The output looks like this:

Number of unique species in FJX_j2j.dat (fullchem and Hg): 175

The following species are in FJX_j2j.dat but do not have Is_Photolysis=True in species_database.yml.
J-value diagnostics will not be created for them. Check that these species are not photolyzed in the
KPP equation file fullchem.eqn and other *.eqn files. If they are not then consider removing them from 
`FJX_j2j.dat`. If they are then `Is_Photolysis=True` must be added to the species database to output 
J-value diagnostics for them.
H2O
SO2
HO2
CF3I
H12O2

The following species are Is_Photolysis=True in species_database.yml but are not species in
FJX_j2j.dat for Hg or fullchem.
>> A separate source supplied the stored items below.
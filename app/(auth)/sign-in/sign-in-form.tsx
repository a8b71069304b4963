"use client";

import Link from "next/link";
import { type FormEvent, useState } from "react";
import { Button } from "../../_ui/button";
import { TextField } from "../../_ui/text-field";
import { callPage, openAnew } from "../../console/_shell/call-console";
import { useFormErrors } from "../../console/_shell/use-form-errors";
import { FormProblem } from "../_parts/form-problem";

export function SignInForm({ next }: { readonly next: string }) {
  const [busy, setBusy] = useState(false);
  const errors = useFormErrors();

  async function submit(event: FormEvent<HTMLFormElement>) {
    event.preventDefault();
    const form = event.currentTarget;
    const given = new FormData(form);
    setBusy(true);
    errors.clear();
    try {
      const body = { email: given.get("email"), password: given.get("password"), next };
      const answer = await callPage<{ next: string }>("POST", "auth/sign-in", body);
      openAnew(answer.next);
    } catch (error) {
      errors.take(error, form);
      setBusy(false);
    }
  }

  return (
    <form method="post" onSubmit={submit} noValidate className="mt-4">
      <TextField
        label="E-mail address"
        name="email"
        type="email"
        autoComplete="username"
        autoFocus
        required
        error={errors.of("email")}
      />
      <TextField
        label="Password"
        name="password"
        type="password"
        autoComplete="current-password"
        required
        error={errors.of("password")}
      />
      <FormProblem problem={errors.general} />
      <div className="mt-1 flex flex-wrap items-center justify-between gap-2">
        <Button type="submit" variant="primary" disabled={busy}>
          Sign in
        </Button>
        <Link href="/forgotten" className="link text-table">
          Forgotten password
        </Link>
      </div>
    </form>
  );
}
J-value diagnostics will be created for them but will be filled
with all zeros. The species database should be updated to remove Is_Photolysis for these species.
HGCL
R7N2
O3ATBL
O3MT
R7P
ACR
O3USA
O3INIT
HG_OTHER_PROP
O3ASBL
O3_PROP
O3AFBL
O3NABL
APAN
ALK4N2
O3UT
AROMCHO
RNO3
O3STRAT
ALK4P
O3PCBL
O3EUBL
O3ROW
yantosca commented 1 month ago

Thanks @lizziel. If you want I can close this PR and have you add a new PR with your script.
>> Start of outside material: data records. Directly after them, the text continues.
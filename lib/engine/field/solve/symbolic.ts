/**
 * Symbolic part of the multifrontal factorisation: which unknowns each node of the dissection eliminates, and which
 * further ones its front holds.
 *
 * An entity is eliminated at the lowest node whose subtree contains all triangles that touch it. The front of a node
 * has its own unknowns first, then those of the border towards the rest of the mesh, in elimination order.
 */

import type { TriangleEntities } from "../assembly/unknowns";
import type { DissectionTree } from "./dissection";

export interface FrontStructure {
  readonly tree: DissectionTree;
  readonly unknowns: number;
  /** First unknown of each entity in elimination order; meaningless where the entity has none. */
  readonly entityFirst: Int32Array;
  readonly entitySize: Uint8Array;
  /** First unknown that node n eliminates; those of node n+1 follow. One entry more than nodes. */
  readonly ownFirst: Int32Array;
  /** Border unknowns of node n: border[borderStart[n]] … border[borderStart[n+1]-1], ascending. */
  readonly borderStart: Int32Array;
  readonly border: Int32Array;
  /** Place of each node's panel (own and border rows, own columns, row-major) in the factor. */
  readonly panelStart: Float64Array;
  readonly factorSize: number;
  /** Largest sum of border matrices that are alive at one time. */
  readonly stackSize: number;
  /** Multiplications and additions of the numerical factorisation. */
  readonly operations: number;
}

export function analyse(
  tree: DissectionTree,
  triangleEntities: TriangleEntities,
  entitySize: Uint8Array,
): FrontStructure {
  const { nodeCount, left, right, parent } = tree;
  const entityCount = entitySize.length;
  const nodeOf = homeNodes(tree, triangleEntities, entityCount);

  // Own entities by node, and the elimination order.
  const ownEntityStart = new Int32Array(nodeCount + 1);
  for (let e = 0; e < entityCount; e++) if (nodeOf[e] >= 0) ownEntityStart[nodeOf[e] + 1]++;
  for (let n = 0; n < nodeCount; n++) ownEntityStart[n + 1] += ownEntityStart[n];
  const ownEntities = new Int32Array(ownEntityStart[nodeCount]);
  const filled = ownEntityStart.slice();
  for (let e = 0; e < entityCount; e++) if (nodeOf[e] >= 0) ownEntities[filled[nodeOf[e]]++] = e;
  const ownFirst = new Int32Array(nodeCount + 1);
  const entityFirst = new Int32Array(entityCount);
  let unknowns = 0;
  for (let n = 0; n < nodeCount; n++) {
    ownFirst[n] = unknowns;
    for (let k = ownEntityStart[n]; k < ownEntityStart[n + 1]; k++) {
      entityFirst[ownEntities[k]] = unknowns;
      unknowns += entitySize[ownEntities[k]];
    }
  }
  ownFirst[nodeCount] = unknowns;

  // Border entities, bottom up; children's lists are merged. A child's list is needed only by its parent.
  const lists: (Int32Array | null)[] = new Array<Int32Array | null>(nodeCount).fill(null);
  const borderStart = new Int32Array(nodeCount + 1);
  const panelStart = new Float64Array(nodeCount + 1);
  let border = new Int32Array(Math.max(1024, 4 * unknowns));
  let alive = 0;
  let stackSize = 0;
  let operations = 0;
  const stamp = new Int32Array(entityCount).fill(-1);
  let scratch = new Int32Array(256);
  for (let n = 0; n < nodeCount; n++) {
    let length = 0;
    if (left[n] < 0) {
      for (let k = tree.first[n]; k < tree.last[n]; k++) {
        const t = tree.order[k];
        for (let i = triangleEntities.start[t]; i < triangleEntities.start[t + 1]; i++) {
          const e = triangleEntities.list[i];
          if (nodeOf[e] === n || stamp[e] === n) continue;
          stamp[e] = n;
          if (length === scratch.length) scratch = grown(scratch);
          scratch[length++] = e;
        }
      }
      sortByFirst(scratch, length, entityFirst);
    } else {
      const a = lists[left[n]] as Int32Array;
      const b = lists[right[n]] as Int32Array;
      if (a.length + b.length > scratch.length) scratch = new Int32Array(2 * (a.length + b.length));
      length = mergeWithout(a, b, entityFirst, nodeOf, n, scratch);
      lists[left[n]] = null;
      lists[right[n]] = null;
    }
    lists[n] = scratch.slice(0, length);
    let at = borderStart[n];
    for (let k = 0; k < length; k++) {
      const e = scratch[k];
      const size = entitySize[e];
      if (at + size > border.length) border = grown(border);
      for (let i = 0; i < size; i++) border[at++] = entityFirst[e] + i;
    }
    borderStart[n + 1] = at;
    const own = ownFirst[n + 1] - ownFirst[n];
    const rest = at - borderStart[n];
    panelStart[n + 1] = panelStart[n] + own * (own + rest);
    operations += own * own * (own / 3 + rest) + own * rest * rest;
    // A node's border matrix is built while those of its children are still there.
    alive += rest * rest;
    stackSize = Math.max(stackSize, alive);
    if (left[n] >= 0) {
      for (const c of [left[n], right[n]]) alive -= (borderStart[c + 1] - borderStart[c]) ** 2;
    }
    if (parent[n] < 0) alive = 0;
  }
  return {
    tree,
    unknowns,
    entityFirst,
    entitySize,
    ownFirst,
    borderStart,
    border: border.slice(0, borderStart[nodeCount]),
    panelStart,
    factorSize: panelStart[nodeCount],
    stackSize,
    operations,
  };
}

/** The lowest node whose subtree holds all triangles of an entity, or -1 for an entity that no triangle has. */
function homeNodes(tree: DissectionTree, list: TriangleEntities, entityCount: number): Int32Array {
  const firstLeaf = new Int32Array(entityCount).fill(-1);
  const lastLeaf = new Int32Array(entityCount).fill(-1);
  for (let n = 0; n < tree.nodeCount; n++) {
    if (tree.left[n] >= 0) continue;
    for (let k = tree.first[n]; k < tree.last[n]; k++) {
      const t = tree.order[k];
      for (let i = list.start[t]; i < list.start[t + 1]; i++) {
        const e = list.list[i];
        if (firstLeaf[e] < 0) firstLeaf[e] = n;
        lastLeaf[e] = n;
      }
    }
  }
  // Children have smaller numbers than their parent: the smaller one climbs until both meet.
  for (let e = 0; e < entityCount; e++) {
    let a = firstLeaf[e];
    let b = lastLeaf[e];
    while (a !== b) {
      if (a < b) a = tree.parent[a];
      else b = tree.parent[b];
    }
    firstLeaf[e] = a;
  }
  return firstLeaf;
}

function grown(list: Int32Array): Int32Array<ArrayBuffer> {
  const longer = new Int32Array(2 * list.length);
  longer.set(list);
  return longer;
}

/** Insertion sort: the lists of leaves are short. */
function sortByFirst(list: Int32Array, length: number, first: Int32Array): void {
  for (let i = 1; i < length; i++) {
    const e = list[i];
    const key = first[e];
    let j = i - 1;
    while (j >= 0 && first[list[j]] > key) {
      list[j + 1] = list[j];
      j--;
    }
    list[j + 1] = e;
  }
}

/** Merges two ascending lists, leaving out what node n eliminates. */
function mergeWithout(
  a: Int32Array,
  b: Int32Array,
  first: Int32Array,
  nodeOf: Int32Array,
  n: number,
  out: Int32Array,
): number {
  let i = 0;
  let j = 0;
  let length = 0;
  while (i < a.length || j < b.length) {
    let e: number;
    if (j >= b.length) e = a[i++];
    else if (i >= a.length) e = b[j++];
    else if (a[i] === b[j]) {
      e = a[i++];
      j++;
    } else e = first[a[i]] < first[b[j]] ? a[i++] : b[j++];
    if (nodeOf[e] !== n) out[length++] = e;
  }
  return length;
}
lizziel commented 1 month ago

Okay, I am going to let the dust settle on the J-values diagnostics and species database before adding any example scripts to GCPy. We are still figuring out what changes will be made for the diagnostic and whatever is done will affect the checks needed. GCST can use local scripts to check and I don't think we need to share the scripts on GCPy just yet.